JPMorgan found autistic people have special coding powers
JPMorgan has been hiring people on the autistic spectrum for five years. It's been a journey, and the bank has made some important learnings - including the fact that autistic recruits can pick up skills in a way that most neurotypical people would find astonishing.
Anthony Pacilio, global head of JPMorgan's Autism at Work program, explains how the bank interviewed a candidate who'd applied for a Java programming role that wasn't covered by his education. "We interviewed him on a Friday and although he didn’t know Java he said he would be able to learn it by Monday," says Pacilio. "He did that using a few books and YouTube tutorials and by Monday he was proficient enough in Java to get the job.
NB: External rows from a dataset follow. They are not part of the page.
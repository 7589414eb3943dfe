"""The base model and reusable constrained types for definition inputs."""

from __future__ import annotations

from typing import Annotated

from pydantic import BaseModel, ConfigDict, StringConstraints

Id = Annotated[
    str,
    StringConstraints(pattern=r"^[a-z0-9][a-z0-9_-]{0,63}$"),
]
"""Stable identifiers: lower-case letters, digits, ``-`` and ``_``; at most 64 characters."""

Name = Annotated[str, StringConstraints(min_length=1, max_length=200, strip_whitespace=True)]
"""A column or dataset name as it appears in the data."""

Label = Annotated[str, StringConstraints(min_length=1, strip_whitespace=True)]
"""Short human text (titles, headings). Length limits come from the configured ``Limits``."""

Text = Annotated[str, StringConstraints(strip_whitespace=True)]
"""Longer human text (narrative). Length limits come from the configured ``Limits``."""


class Input(BaseModel):
    """Every definition model: unknown fields are refused, and parsed inputs never change."""

    model_config = ConfigDict(
        extra="forbid", frozen=True, str_strip_whitespace=True, allow_inf_nan=False
    )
"This speaks to the focus and dedication of people on the spectrum. Part of his autism was the ability to learn things quickly,” he adds.
After starting out by recruiting four people into quality assurance testing jobs in 2015, JPMorgan now has around 180 individuals on its Autism at Work program, in around 40 different roles. It's not just about coding or quality assurance testing. Autism at Work recruits have also gone into compliance and other jobs. "For the most part, a person on the spectrum can do any job that you give them," says Pacilio.
The bank has adapted its recruitment process to ensure autistic people can thrive. "Our recruiters have been trained to understand that a person on the spectrum may not make eye contact, or could take longer to answer questions than other recruits," says Pacilio. "We are trying to get beyond the idea that when we hire we are looking for people who are gregarious and outgoing and look you in the eye. Some people just want to get to the nuts and bolts of the interview.”
While they not be hired for their neurotypical charisma, autistic people can be valuable recruits. "We have also found that autistic people have an incredible approach to problem-solving. They are very granular and see things in completely different ways to neurotypical employees,” says Pacilio.
In roles with easily measurable outcomes, Pacilio adds that JPM has found that people on the spectrum can "considerably outperform" neurotypical people. In one technology role the bank found that employees in the program could complete tasks in a queue between 90% and 140% more productively than neurotypical colleagues, and with zero errors. "That is almost unheard of,” he reflects.
Banking is increasingly well suited to recruits with advanced problem solving abilities who can pick up new skills easily, says Pacilio. "In today’s world it’s knowledge rather than work experience that’s key," he adds, in reference to the guy who picked up Java over the weekend. The Autism at Work program enables JPM to tap a "breadth and depth of talent," the bank was previously missing.